> **AIM OF THE TASK**
Give back each line of the listing below that contains the string "import".

> **DATA**
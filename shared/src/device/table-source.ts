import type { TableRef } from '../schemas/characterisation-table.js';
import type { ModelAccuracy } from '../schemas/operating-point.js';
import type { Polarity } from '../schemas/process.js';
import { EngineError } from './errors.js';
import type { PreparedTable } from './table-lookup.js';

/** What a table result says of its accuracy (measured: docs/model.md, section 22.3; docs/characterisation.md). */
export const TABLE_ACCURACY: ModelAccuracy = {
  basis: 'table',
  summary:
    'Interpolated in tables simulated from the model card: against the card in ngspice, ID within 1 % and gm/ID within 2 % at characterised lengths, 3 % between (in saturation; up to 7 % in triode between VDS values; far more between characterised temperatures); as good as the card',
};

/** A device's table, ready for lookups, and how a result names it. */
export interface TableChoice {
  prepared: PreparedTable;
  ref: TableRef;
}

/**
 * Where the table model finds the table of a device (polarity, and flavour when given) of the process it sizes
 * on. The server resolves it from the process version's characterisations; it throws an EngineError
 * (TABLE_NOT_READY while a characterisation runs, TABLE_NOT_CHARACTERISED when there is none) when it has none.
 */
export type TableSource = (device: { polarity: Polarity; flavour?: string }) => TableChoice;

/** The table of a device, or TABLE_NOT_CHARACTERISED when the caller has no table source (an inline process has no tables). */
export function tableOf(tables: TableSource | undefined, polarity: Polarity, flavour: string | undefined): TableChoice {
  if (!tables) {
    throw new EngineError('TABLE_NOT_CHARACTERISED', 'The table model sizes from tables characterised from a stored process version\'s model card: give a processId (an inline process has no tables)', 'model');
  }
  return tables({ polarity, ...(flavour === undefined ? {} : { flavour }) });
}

> **RESULT**
import type { TableRef } from '../schemas/characterisation-table.js';
import type { ModelAccuracy } from '../schemas/operating-point.js';
import type { Polarity } from '../schemas/process.js';
import { EngineError } from './errors.js';
import type { PreparedTable } from './table-lookup.js';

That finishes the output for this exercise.